Cet été, un camp islamo-chrétien a été organisé pour souder les liens entre les jeunes réfugiés et ceux de l’aumônerie. Tous se retrouvent après la messe des jeunes du dimanche soir pour chanter danser et partager des tartes flambées, avec le souci d’en confectionner une partie sans lardons. Et ceux qui obtiennent finalement une prise en charge par le Département gardent le centre Bernanos comme port d’attache. Ajmir, l’Afghan, a même obtenu, selon son souhait, d’être placé par l’aide sociale à l’enfance… au presbytère, le père Wender reconnu comme son tiers digne de confiance.
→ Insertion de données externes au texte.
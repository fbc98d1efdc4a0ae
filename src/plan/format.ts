/**
 * Human-readable numbers for planner messages (internal units in, units printed) and SI
 * conversion for JSON output (Hz, s; rounded to 12 significant digits so that float artefacts
 * such as 5.120000000000001e9 do not reach the files).
 */
import { roundSignificant } from '../layout/units.js';

/** "5.123 GHz" */
export function ghz(fGHz: number, digits = 3): string {
  return `${fGHz.toFixed(digits)} GHz`;
}

/** "12.3 MHz" */
export function mhz(fGHz: number, digits = 1): string {
  return `${(fGHz * 1e3).toFixed(digits)} MHz`;
}

/** "152 kHz" */
export function khz(fGHz: number, digits = 0): string {
  return `${(fGHz * 1e6).toFixed(digits)} kHz`;
}

/** "5.100-5.400 GHz" */
export function band(loGHz: number, hiGHz: number, digits = 3): string {
  return `${loGHz.toFixed(digits)}-${hiGHz.toFixed(digits)} GHz`;
}

/** "42.0 ns" */
export function ns(tNs: number, digits = 1): string {
  return `${tNs.toFixed(digits)} ns`;
}

/** A probability: "3.2e-4" */
export function prob(p: number): string {
  if (p === 0) return '0';
  if (p >= 0.01) return p.toFixed(3);
  return p.toExponential(1);
}

/** GHz -> Hz for JSON. */
export function toHz(fGHz: number): number {
  return roundSignificant(fGHz * 1e9);
}

/** ns -> s for JSON. */
export function toSeconds(tNs: number): number {
  return Number.isFinite(tNs) ? roundSignificant(tNs * 1e-9) : tNs;
}

/** A plain number for JSON (rounded to 12 significant digits). */
export function plain(x: number): number {
  return roundSignificant(x);
}

/** Hz -> GHz when reading JSON. */
export function fromHz(fHz: number): number {
  return fHz * 1e-9;
}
Les recalés de l’aide sociale à l’enfance, les plus fragiles
Les « mineurs isolés non accompagnés » sont des migrants n’ayant aucun responsable légal sur le territoire français. En tant qu’enfants, ils ne dépendent pas des règles d’entrée et de séjour des étrangers et ne peuvent être expulsés. S’ils sont reconnus comme mineurs, l’Aide sociale à l’enfance, service des conseils départementaux, les prend en charge, en les hébergeant dans des centres départementaux de l’enfance, ou en hôtel, notamment. Le problème le plus criant est pour ceux qu’elle ne reconnait pas comme mineurs. N’entrant pas non plus dans les dispositifs de demande d’asile, ils ne disposent d’aucune ressource.